Cloud Interop Caution

Some of this is a bit of a repeat from several years ago but the example works in this instance as well. Let's start with the parable of "On, Off".

The reasons why I found myself owning a computerized voice changer are irrelevant to the following point, but suffice it to say that for a sophomoric prank not too long ago I found myself a proud owner of a computerized voice changer for my Verizon Kyocera phone. I put in the batteries, turned it on, and proudly called my wife upstairs. Chuckling I spoke to her only to have her interrupt and say – “it sounds like you”. Darn. I flipped it on and off a couple times, back to on, and spoke some more – but it still sounded like me. I took the batteries out, rubbed them, rubbed the contact points, battery back in, turned it on, spoke – still me. Because my wife is a good person, many years used to me, she sat there on her phone, waiting for me to get over the disappointment. Wondering why it wasn’t working I stood there flicking it on-and-off, on-and-off. All of a sudden – my wife yelled – there – you sounded like a robot. I looked at the device – and it was off. “Ahhh…”, I thought., “cheap, imported electronic junk device.” They put the contacts in up side down, they mislabeled the battery compartment – and “off” really means “on.”
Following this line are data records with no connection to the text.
import { useState } from 'react';
import { Link } from 'react-router-dom';
import { formatMoney } from '#shared/domain/sales/money';
import { NoCollection } from '@/app/layout/no-collection';
import { useShell } from '@/app/layout/use-shell';
import { Button } from '@/components/ui/button';
import { Notice } from '@/components/ui/notice';
import { SelectField } from '@/components/ui/select-field';
import { Loading } from '@/components/ui/spinner';
import { useListingChanges, useListings } from '@/features/listings/api/listings-api';
import { CareSheetLinks } from '@/features/listings/components/care-sheet-links';
import { localCurrency, OfferForm } from '@/features/listings/components/offer-form';
import { StockGroups } from '@/features/listings/components/stock-groups';

/** Stock for sale: groups by species and stage, a clutch offered at one price, each listing. */
export function SalesStockRoute() {
  const { collection } = useShell();
  if (!collection) return <NoCollection />;
  if (collection.role === 'helper')
    return <Notice tone="info" title="Sales are kept by the collection’s owner and keepers." />;
  return <SalesStock collectionId={collection.collectionId} />;
}

function SalesStock({ collectionId }: { collectionId: string }) {
  const listings = useListings(collectionId);
  const { bulk, remove } = useListingChanges(collectionId);
  const [clutch, setClutch] = useState('');
  if (listings.isPending) return <Loading />;
  if (listings.isError) return <Notice tone="error" title={listings.error.message} />;
  const { rows, groups, clutches } = listings.data;
  const chosen = clutch || clutches[0]?.clutch || '';
  const result = bulk.data;
  return (
    <div className="flex flex-col gap-4">
      <h1 className="text-3xl font-extrabold">Stock for sale</h1>
      <p className="text-muted">
        Animals on offer stay on the round until they leave. Some species need a permit to keep or
        sell where you or the buyer live: local law comes first.
      </p>
      <StockGroups groups={groups} />

      <section
        aria-labelledby="offer-clutch"
        className="flex flex-col gap-3 rounded-2xl border-2 border-border bg-surface p-3"
      >
        <h2 id="offer-clutch" className="text-xl font-extrabold">
          Offer a clutch
        </h2>
        {clutches.length === 0 ? (
          <p>No clutch has animals left to offer.</p>
        ) : (
          <>
            <SelectField
              label="Clutch"
              value={chosen}
              onChange={(e) => setClutch(e.target.value)}
              hint="All its animals you still keep and no buyer holds, at one price."
              options={clutches.map((c) => ({
                value: c.clutch,
                label: `${c.clutch} (${c.animals})`,
              }))}
            />
            <OfferForm
              key={chosen}
              defaultCurrency={rows[0]?.currency ?? localCurrency()}
              submitLabel="Offer the clutch"
              busy={bulk.isPending}
              error={bulk.error?.message ?? null}
              onSubmit={(v) => bulk.mutate({ clutch: chosen, ...v })}
            />
          </>
        )}
        {result && (
          <Notice
            tone="ok"
            title={`${result.listed} offered${result.skipped ? ` · ${result.skipped} left out (held for a buyer or no longer kept)` : ''}.`}
          />
        )}
      </section>

      {rows.length > 0 && (
        <section aria-labelledby="each-listing" className="flex flex-col gap-2">
          <h2 id="each-listing" className="text-xl font-extrabold">
            Each animal
          </h2>
          <ul className="flex flex-col gap-2">
            {rows.map((r) => (
              <li
                key={r.animalId}
                className="flex flex-col gap-2 rounded-2xl border-2 border-border bg-surface p-3"
              >
                <Link
                  to={`/animals/${r.animalId}`}
                  className="flex min-h-target flex-col justify-center"
                >
                  <span className="text-lg font-extrabold underline underline-offset-4">
                    {r.name}
                  </span>
                  <span className="text-muted">
                    {r.labelCode} · {r.sizeMm !== null ? `${r.sizeMm} mm` : 'size not recorded'}
                    {r.instar !== null && ` · instar ${r.instar}`}
                  </span>
                </Link>
                <p>
                  <span className="font-bold">{formatMoney(r.priceMinor, r.currency)}</span>
                  {' · '}
                  {r.state === 'reserved' ? 'reserved' : 'available'}
                  {!r.listedPublicly && ' · not on the public list'}
                </p>
                <CareSheetLinks collectionId={collectionId} animalId={r.animalId} />
                <Button
                  variant="danger"
                  busy={remove.isPending && remove.variables === r.animalId}
                  onClick={() => remove.mutate(r.animalId)}
                >
                  Take off sale
                </Button>
              </li>
            ))}
          </ul>
          {remove.isError && <Notice tone="error" title={remove.error.message} />}
        </section>
      )}

      <Link
        to="/sales/settings"
        className="inline-flex min-h-target items-center font-bold underline underline-offset-4"
      >
        Public availability list: settings and link
      </Link>
    </div>
  );
}
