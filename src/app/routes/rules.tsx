import { useShell } from '@/app/layout/use-shell';
import { Notice } from '@/components/ui/notice';
import { Loading } from '@/components/ui/spinner';
import { useRules } from '@/features/rounds/api/rules';
import { RulesForm } from '@/features/rounds/components/rules-form';

export function RulesRoute() {
  const { collection } = useShell();
  if (!collection || collection.role === 'helper')
    return <Notice tone="info" title="Rules are for the collection’s owner and keepers." />;
  return <Rules collectionId={collection.collectionId} />;
}

function Rules({ collectionId }: { collectionId: string }) {
  const rules = useRules(collectionId);
  if (rules.isPending) return <Loading label="Loading the rules…" />;
  if (rules.isError) return <Notice tone="error" title={rules.error.message} />;
  return (
    <div className="flex flex-col gap-3">
      <h1 className="text-3xl font-extrabold">Round rules</h1>
      <p className="text-muted">
        How Rackside decides who is fed, with what, and who is left alone. These are husbandry
        reminders from common keeping practice, not veterinary advice; change them to suit your
        animals.
      </p>
      <RulesForm collectionId={collectionId} data={rules.data} />
    </div>
  );
}
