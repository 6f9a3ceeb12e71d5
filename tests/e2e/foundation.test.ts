import { describe, expect, it } from 'vitest';
import { DEMO_PASSWORD } from '../../server/access/demo-people';
import { expectAccessible, phonePage, screenshot, useE2e } from './support';

const env = useE2e();

describe('the app shell at 360 × 740', () => {
  it('signs in as the demo owner, shows the demo collection, switches themes and signs out', async () => {
    const { context, page, consoleErrors } = await phonePage(env.browser);
    await page.goto(`${env.server.baseUrl}/today`);
    await page.waitForURL('**/sign-in');
    await expect.poll(() => page.getByText('Demo accounts').isVisible()).toBe(true);
    await expectAccessible(page, 'sign-in');
    await screenshot(page, 'foundation-01-sign-in');

    await page.getByLabel('E-mail').fill('owner@northlight.test');
    await page.getByLabel('Password').fill(DEMO_PASSWORD);
    // The typed password can be checked before signing in (OWASP ASVS 4.0.3 2.1.12).
    await page.getByRole('button', { name: 'Show password' }).click();
    expect(await page.getByLabel('Password').getAttribute('type')).toBe('text');
    expect(
      await page.getByRole('button', { name: 'Hide password' }).getAttribute('aria-pressed'),
    ).toBe('true');
    await screenshot(page, 'foundation-01b-password-shown');
    await page.getByRole('button', { name: 'Hide password' }).click();
    expect(await page.getByLabel('Password').getAttribute('type')).toBe('password');
    await page.getByRole('button', { name: 'Sign in' }).click();
    await page.waitForURL('**/today');
    await expect.poll(() => page.getByText('Northlight Inverts').first().isVisible()).toBe(true);
    await expect.poll(() => page.getByRole('article', { name: /Juniper/ }).isVisible()).toBe(true);
    await expectAccessible(page, 'today');
    await screenshot(page, 'foundation-02-today-dark');
    await page.getByRole('link', { name: 'Animals', exact: true }).click();
    await page.waitForURL('**/animals');
    await expect.poll(() => page.getByText('43 of 43 animals').count()).toBe(1);

    await page.getByRole('link', { name: 'Settings' }).click();
    await page.waitForURL('**/settings');
    for (const [label, theme] of [
      ['Light', 'light'],
      ['Night (red)', 'night'],
      ['Dark', 'dark'],
    ] as const) {
      await page.getByLabel(label, { exact: false }).first().check();
      expect(await page.evaluate(() => document.documentElement.dataset.theme)).toBe(theme);
      await expectAccessible(page, `settings-${theme}`, theme);
      await screenshot(page, `foundation-03-settings-${theme}`);
    }
    // The choice survives a reload.
    await page.getByLabel('Night (red)').check();
    await page.reload();
    expect(await page.evaluate(() => document.documentElement.dataset.theme)).toBe('night');
    await page.goto(`${env.server.baseUrl}/today`);
    await screenshot(page, 'foundation-04-today-night');
    await page.goto(`${env.server.baseUrl}/settings`);

    await page.getByRole('button', { name: 'Sign out' }).click();
    await page.waitForURL('**/sign-in');
    await page.goto(`${env.server.baseUrl}/today`);
    await page.waitForURL('**/sign-in');
    expect(consoleErrors).toEqual([]);
    await context.close();
  });

  it('keeps every control at least 48 px for gloved thumbs', async () => {
    const { context, page } = await phonePage(env.browser);
    await page.goto(`${env.server.baseUrl}/sign-in`);
    await page.getByLabel('E-mail').fill('owner@northlight.test');
    await page.getByLabel('Password').fill(DEMO_PASSWORD);
    await page.getByRole('button', { name: 'Sign in' }).click();
    await page.waitForURL('**/today');
    for (const route of ['/today', '/tomorrow', '/animals', '/settings', '/settings/rules']) {
      await page.goto(`${env.server.baseUrl}${route}`);
      await page.getByRole('navigation', { name: 'Main' }).waitFor();
      const small = await page.$$eval(
        'button, a, input[type=radio], input[type=text], input[type=email], input[type=password], input[type=search]',
        (els) =>
          els
            .map((el) => {
              const target = el.matches('input[type=radio]') ? (el.closest('label') ?? el) : el;
              const r = target.getBoundingClientRect();
              return { what: el.outerHTML.slice(0, 80), w: r.width, h: r.height };
            })
            .filter((r) => r.w > 0 && (r.w < 48 || r.h < 48)),
      );
      expect(small, route).toEqual([]);
    }
    // Nothing scrolls sideways at 360 px.
    expect(await page.evaluate(() => document.documentElement.scrollWidth)).toBeLessThanOrEqual(
      360,
    );
    await context.close();
  });

  it('resets a password through the dev mailbox link', async () => {
    const { context, page } = await phonePage(env.browser);
    await page.goto(`${env.server.baseUrl}/forgot-password`);
    await page.getByLabel('E-mail').fill('partner@northlight.test');
    await page.getByRole('button', { name: 'Send me a reset link' }).click();
    await expect.poll(() => page.getByText(/a reset link is on its way/).isVisible()).toBe(true);
    await page.goto(`${env.server.baseUrl}/dev/mailbox`);
    const link = page.getByRole('link', { name: /reset-password\?token=/ });
    await link.first().waitFor();
    await expectAccessible(page, 'mailbox');
    await screenshot(page, 'foundation-05-mailbox');
    const href = (await link.first().getAttribute('href'))!;
    await page.goto(href.replace(/^https?:\/\/[^/]+/, env.server.baseUrl));
    await page.getByLabel('New password', { exact: true }).fill('a new partner password');
    await page.getByLabel('New password again').fill('a new partner password');
    await page.getByRole('button', { name: 'Save new password' }).click();
    await expect.poll(() => page.getByText(/Your password is changed/).isVisible()).toBe(true);
    await page.goto(`${env.server.baseUrl}/sign-in`);
    await page.getByLabel('E-mail').fill('partner@northlight.test');
    await page.getByLabel('Password').fill('a new partner password');
    await page.getByRole('button', { name: 'Sign in' }).click();
    await page.waitForURL('**/today');
    await context.close();
  });
});
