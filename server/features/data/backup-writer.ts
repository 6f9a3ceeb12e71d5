import { BACKUP_FORMAT, BACKUP_VERSION } from '#shared/schemas/backup';
import type { MemberCollection } from '../../access/memberships';
import type { Database } from '../../db/client';
import type { PhotosService } from '../photos/photos.service';
import * as repo from './data.repository';

/** Where a backup goes: a write resolves once the reader has room for more. */
export interface BackupSink {
  write(text: string): Promise<void>;
}

const PAGE = {
  places: 500,
  animals: 200,
  events: 1000,
  stockChanges: 1000,
  chores: 1000,
  readings: 1000,
};
/** Text gathered before it is handed to the sink: few writes, little memory. */
const CHUNK_CHARS = 256 * 1024;

/**
 * The whole collection as one JSON document, written piece by piece: places, animals, events,
 * stock changes, chores and climate readings are read a page at a time and each photo is read, encoded and written on its own, so
 * memory stays small however large the collection. One snapshot (repo.inSnapshot) holds every
 * page (no event without its animal); the name and zone are the ones the membership check
 * read. Each record sits on its own line; the members come in the order a restore reads them
 * (shared/schemas/backup.ts).
 */
export async function writeBackup(
  db: Database['db'],
  photos: PhotosService,
  c: MemberCollection,
  exportedAt: Date,
  sink: BackupSink,
) {
  const { collectionId } = c;
  let buffer: string[] = [];
  let buffered = 0;
  const emit = async (text: string) => {
    buffer.push(text);
    buffered += text.length;
    if (buffered >= CHUNK_CHARS) await flush();
  };
  const flush = async () => {
    if (!buffered) return;
    const text = buffer.join('');
    buffer = [];
    buffered = 0;
    await sink.write(text);
  };
  /** A record whose photo (base64) is appended as its last member, never held twice. */
  const withPhoto = async (record: object, photo: Buffer | null) => {
    const head = JSON.stringify(record).slice(0, -1);
    if (!photo) return emit(`${head},"photo":null}`);
    await emit(`${head},"photo":"`);
    await flush();
    await sink.write(photo.toString('base64'));
    await emit('"}');
  };
  const J = JSON.stringify;

  await repo.inSnapshot(db, async (tx) => {
    const rules = await repo.rulesOf(tx, collectionId);
    await emit(
      `{"format":${J(BACKUP_FORMAT)},"version":${BACKUP_VERSION},"exportedAt":${J(exportedAt.toISOString())},\n`,
    );
    await emit(
      `"collection":${J({ name: c.collectionName, timeZone: c.timeZone, rules })},\n"locations":[`,
    );

    let first = true;
    const separator = () => {
      const s = first ? '\n' : ',\n';
      first = false;
      return s;
    };
    for (let after: Parameters<typeof repo.placesPage>[2] = null; ;) {
      const page = await repo.placesPage(tx, collectionId, after, PAGE.places);
      for (const { id, room, rack, shelf, position, walkOrder } of page)
        await emit(separator() + J({ id, room, rack, shelf, position, walkOrder }));
      if (page.length < PAGE.places) break;
      after = page.at(-1)!;
    }

    await emit('],\n"animals":[');
    first = true;
    for (let after: string | null = null; ;) {
      const page = await repo.animalsPage(tx, collectionId, after, PAGE.animals);
      for (const a of page) {
        await emit(separator());
        const record = {
          id: a.id,
          labelCode: a.labelCode,
          name: a.name,
          scientificName: a.scientificName,
          commonName: a.commonName,
          group: a.group,
          lifeStage: a.lifeStage,
          sex: a.sex,
          sizeMm: a.sizeMm,
          locationId: a.locationId,
          hasWaterDish: a.hasWaterDish,
          preyType: a.preyType,
          preySize: a.preySize,
          preyCount: a.preyCount,
          diet: a.diet,
          intervalDays: a.intervalDays,
          mistEveryDays: a.mistEveryDays,
          moistenEveryDays: a.moistenEveryDays,
          spotCleanEveryDays: a.spotCleanEveryDays,
          enclosureLengthMm: a.enclosureLengthMm,
          enclosureWidthMm: a.enclosureWidthMm,
          enclosureHeightMm: a.enclosureHeightMm,
          doNotFeedUntil: a.doNotFeedUntil,
          cautions: a.cautions,
          cautionNote: a.cautionNote,
          status: a.status,
          statusDate: a.statusDate,
          acquiredOn: a.acquiredOn,
          source: a.source,
          clutch: a.clutch,
          notes: a.notes,
          settings: a.settings,
          createdAt: a.createdAt.toISOString(),
          updatedAt: a.updatedAt.toISOString(),
        };
        await withPhoto(
          record,
          a.photoKey ? await photos.readFull(collectionId, a.photoKey) : null,
        );
      }
      if (page.length < PAGE.animals) break;
      after = page.at(-1)!.labelCode;
    }

    await emit('],\n"eggSacs":[');
    first = true;
    for (const { collectionId: _c, createdAt, ...sac } of await repo.sacsOf(tx, collectionId)) {
      await emit(separator() + J({ ...sac, createdAt: createdAt.toISOString() }));
    }

    await emit('],\n"events":[');
    first = true;
    for (let after: { at: string; id: string } | null = null; ;) {
      const page = await repo.eventsPage(tx, collectionId, after, PAGE.events);
      for (const { e, photoKey } of page) {
        await emit(separator());
        const record = {
          id: e.id,
          animalId: e.animalId,
          kind: e.kind,
          payload: e.payload,
          recordedBy: e.recordedBy,
          deviceId: e.deviceId,
          clientRecordedAt: e.clientRecordedAt.toISOString(),
          clientSentAt: e.clientSentAt?.toISOString() ?? null,
          serverReceivedAt: e.serverReceivedAt.toISOString(),
          effectiveAt: e.effectiveAt.toISOString(),
          flags: e.flags,
        };
        await withPhoto(record, photoKey ? await photos.readFull(collectionId, photoKey) : null);
      }
      if (page.length < PAGE.events) break;
      const last = page.at(-1)!;
      after = { at: last.cursor, id: last.e.id };
    }

    // Feeder colonies (a handful) with their stock, then each one's stock history a page at a time.
    await emit('],\n"colonies":[');
    first = true;
    const colonies = await repo.coloniesOf(tx, collectionId);
    for (const { colony: k, stock } of colonies) {
      const record = {
        id: k.id,
        name: k.name,
        species: k.species,
        preyType: k.preyType,
        intervals: {
          feed: k.feedEvery,
          water_gel: k.waterGelEvery,
          clean: k.cleanEvery,
          split: k.splitEvery,
        },
        stock: stock.map(({ preySize, count, position }) => ({ preySize, count, position })),
        createdAt: k.createdAt.toISOString(),
        updatedAt: k.updatedAt.toISOString(),
      };
      await emit(separator() + J(record));
    }

    await emit('],\n"colonyStockChanges":[');
    first = true;
    for (const { colony } of colonies) {
      for (let after: { at: string; seq: number } | null = null; ;) {
        const page = await repo.stockChangesPage(tx, colony.id, after, PAGE.stockChanges);
        for (const { change: c } of page) {
          const record = {
            id: c.id,
            colonyId: c.colonyId,
            preySize: c.preySize,
            delta: c.delta,
            after: c.after,
            reason: c.reason,
            sourceEventId: c.sourceEventId,
            note: c.note,
            at: c.at.toISOString(),
          };
          await emit(separator() + J(record));
        }
        if (page.length < PAGE.stockChanges) break;
        const last = page.at(-1)!;
        after = { at: last.cursor, seq: last.change.seq };
      }
    }

    await emit('],\n"chores":[');
    first = true;
    for (let after: Parameters<typeof repo.choresPage>[2] = null; ;) {
      const page = await repo.choresPage(tx, collectionId, after, PAGE.chores);
      for (const c of page) {
        const record = {
          id: c.id,
          subjectKind: c.subjectKind,
          subjectId: String(c.subjectId),
          kind: c.kind,
          payload: c.payload,
          recordedBy: c.recordedBy,
          deviceId: c.deviceId,
          clientRecordedAt: c.clientRecordedAt.toISOString(),
          serverReceivedAt: c.serverReceivedAt.toISOString(),
          effectiveAt: c.effectiveAt.toISOString(),
        };
        await emit(separator() + J(record));
      }
      if (page.length < PAGE.chores) break;
      const last = page.at(-1)!;
      after = {
        subjectKind: last.subjectKind,
        subjectId: String(last.subjectId),
        kind: last.kind,
        id: last.id,
      };
    }

    await emit('],\n"roomTargets":[');
    first = true;
    for (const { collectionId: _c, updatedAt, ...t } of await repo.roomTargetsOf(
      tx,
      collectionId,
    )) {
      await emit(separator() + J({ ...t, updatedAt: updatedAt.toISOString() }));
    }

    await emit('],\n"climateReadings":[');
    first = true;
    for (let after: { room: string; at: string; id: string } | null = null; ;) {
      const page = await repo.readingsPage(tx, collectionId, after, PAGE.readings);
      for (const { reading: r } of page) {
        const record = {
          id: r.id,
          room: r.room,
          takenAt: r.takenAt.toISOString(),
          currentCelsius: r.currentCelsius,
          minCelsius: r.minCelsius,
          maxCelsius: r.maxCelsius,
          humidity: r.humidity,
          source: r.source,
          recordedBy: r.recordedBy,
          createdAt: r.createdAt.toISOString(),
        };
        await emit(separator() + J(record));
      }
      if (page.length < PAGE.readings) break;
      const last = page.at(-1)!;
      after = { room: last.reading.room, at: last.cursor, id: last.reading.id };
    }

    // Sales — S (version 3): settings, buyers, listings, sales, invoices, payments.
    const iso = (d: Date | null) => (d ? d.toISOString() : null);
    await emit('],\n"salesSettings":[');
    first = true;
    for (const x of await repo.salesSettingsOf(tx, collectionId)) {
      const record = {
        currency: x.currency,
        taxRateBp: x.taxRateBp,
        taxRounding: x.taxRounding,
        sellerDetails: x.sellerDetails,
        holdDays: x.holdDays,
        safeMinC: x.safeMinC,
        safeMaxC: x.safeMaxC,
        availabilityOn: x.availabilityOn,
        availabilityColumns: x.availabilityColumns,
        availabilityNote: x.availabilityNote,
        nextInvoiceNumber: x.nextInvoiceNumber,
        updatedAt: x.updatedAt.toISOString(),
      };
      await emit(separator() + J(record));
    }
    await emit('],\n"buyers":[');
    first = true;
    for (const { collectionId: _c, createdAt, updatedAt, ...b } of await repo.buyersOf(
      tx,
      collectionId,
    ))
      await emit(
        separator() +
          J({ ...b, createdAt: createdAt.toISOString(), updatedAt: updatedAt.toISOString() }),
      );
    await emit('],\n"saleListings":[');
    first = true;
    for (const l of await repo.listingsOf(tx, collectionId)) {
      const record = {
        animalId: l.animalId,
        priceMinor: l.priceMinor,
        currency: l.currency,
        description: l.description,
        listedPublicly: l.listedPublicly,
        listedAt: l.listedAt.toISOString(),
        updatedAt: l.updatedAt.toISOString(),
      };
      await emit(separator() + J(record));
    }
    await emit('],\n"sales":[');
    first = true;
    for (const { sale: x, animals: held } of await repo.salesOf(tx, collectionId)) {
      const record = {
        id: x.id,
        buyerId: x.buyerId,
        status: x.status,
        reservedUntil: x.reservedUntil,
        note: x.note,
        shipOn: x.shipOn,
        shipRoute: x.shipRoute,
        forecastLowC: x.forecastLowC,
        forecastHighC: x.forecastHighC,
        shipCheckConfirmedAt: iso(x.shipCheckConfirmedAt),
        shipCheckConcerns: x.shipCheckConcerns,
        packing: x.packing,
        carrier: x.carrier,
        tracking: x.tracking,
        shippedAt: iso(x.shippedAt),
        endedAt: iso(x.endedAt),
        createdAt: x.createdAt.toISOString(),
        updatedAt: x.updatedAt.toISOString(),
        animals: held.map(({ a }) => ({
          animalId: a.animalId,
          priceMinor: a.priceMinor,
          currency: a.currency,
          releasedAt: iso(a.releasedAt),
        })),
      };
      await emit(separator() + J(record));
    }
    await emit('],\n"invoices":[');
    first = true;
    for (const { invoice: x, lines } of await repo.invoicesOf(tx, collectionId)) {
      const record = {
        id: x.id,
        saleId: x.saleId,
        number: x.number,
        currency: x.currency,
        taxRateBp: x.taxRateBp,
        taxRounding: x.taxRounding,
        shippingMinor: x.shippingMinor,
        subtotalMinor: x.subtotalMinor,
        taxMinor: x.taxMinor,
        totalMinor: x.totalMinor,
        paidMinor: x.paidMinor,
        refundedMinor: x.refundedMinor,
        status: x.status,
        issuedOn: x.issuedOn,
        dueOn: x.dueOn,
        emailedAt: iso(x.emailedAt),
        cancelledAt: iso(x.cancelledAt),
        createdAt: x.createdAt.toISOString(),
        updatedAt: x.updatedAt.toISOString(),
        lines: lines.map((l) => ({
          position: l.position,
          animalId: l.animalId,
          description: l.description,
          quantity: l.quantity,
          unitMinor: l.unitMinor,
          netMinor: l.netMinor,
          taxMinor: l.taxMinor,
        })),
      };
      await emit(separator() + J(record));
    }
    await emit('],\n"payments":[');
    first = true;
    for (const { p } of await repo.paymentsOf(tx, collectionId))
      await emit(separator() + J({ ...p, at: p.at.toISOString() }));
    await emit('\n]}\n');
    await flush();
  });
}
After this success – for some reason – I decided to THEN read the instructions. And at this moment I realized how hard metaphor is to deal with. Because staring me in the face was the fact that even concrete, binary concepts like “ON and “OFF” are culturally and experientially based. The instructions told me “in order to operate, turn your voice ‘off’”. So – it was not mixed up terminals, it was not bad labeling, it was the fact that from the point of view of the device maker – the product concept was about turning my voice on and off – not the device.

So, if we can’t assume shared definition of “off” and “on” clearly across different cultures and experiences – how do we have enough common shared metaphor and language to begin cloud interop standards? The answer is – in dribs and drabs, gradients, and shades of grey.

I am not saying we should just stand pat, and I applaud David Berlind and Stephen O' Grady for running the recent cloud interop event. And some of the first simple actions like "work on a taxonomy" are, I think, the place to start.

But this is not merely a technical situation we need to quickly muscle through - there is a lot of our inner mammal at work here - and we need to be steadfast in simple forward steps and patient with how many of those steps there will be.